# SUPPLIED MATERIAL:

____________

/** A straight mapping of values to places on paper. */
export interface Scale {
  place: (value: number) => number
  /** The value that lies at a place. */
  valueAt: (place: number) => number
}

/** Maps [low, high] to [from, to]; `from` may lie beyond `to`. */
export function linearScale(
  [low, high]: readonly [number, number],
  [from, to]: readonly [number, number],
): Scale {
  const perUnit = (to - from) / (high - low)
  return {
    place: (value) => from + (value - low) * perUnit,
    valueAt: (place) => low + (place - from) / perUnit,
  }
}

/** Step of 1, 2 or 5 times a power of ten that divides a span into at most `most` parts. */
export function niceStep(span: number, most: number): number {
  const rough = span / most
  const power = 10 ** Math.floor(Math.log10(rough))
  const step = [1, 2, 5, 10].find((factor) => factor * power >= rough * (1 - 1e-9)) ?? 10
  return step * power
}

/** Decimals that a step needs to be written in full. */
export function stepDecimals(step: number): number {
  return Math.max(0, -Math.floor(Math.log10(step) + 1e-9))
}

/** Multiples of a nice step within [low, high], ascending. Empty where the span is none. */
export function niceTicks(low: number, high: number, most: number): { values: number[]; decimals: number } {
  if (!(high > low)) return { values: [], decimals: 0 }
  const step = niceStep(high - low, most)
  const first = Math.ceil(low / step - 1e-9)
  const last = Math.floor(high / step + 1e-9)
  const values = Array.from({ length: last - first + 1 }, (_, index) => (first + index) * step)
  return { values, decimals: stepDecimals(step) }
}

/** A range widened about its middle where it is narrower than `least`. */
export function atLeast([low, high]: readonly [number, number], least: number): [number, number] {
  const lacking = Math.max(0, least - (high - low)) / 2
  return [low - lacking, high + lacking]
}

____________

# EXERCISE REQUIREMENTS:
For each line of the data that has the word "where", report that line.

# RESPONSE TO THE EXERCISE:
/** Multiples of a nice step within [low, high], ascending. Empty where the span is none. */
/** A range widened about its middle where it is narrower than `least`. */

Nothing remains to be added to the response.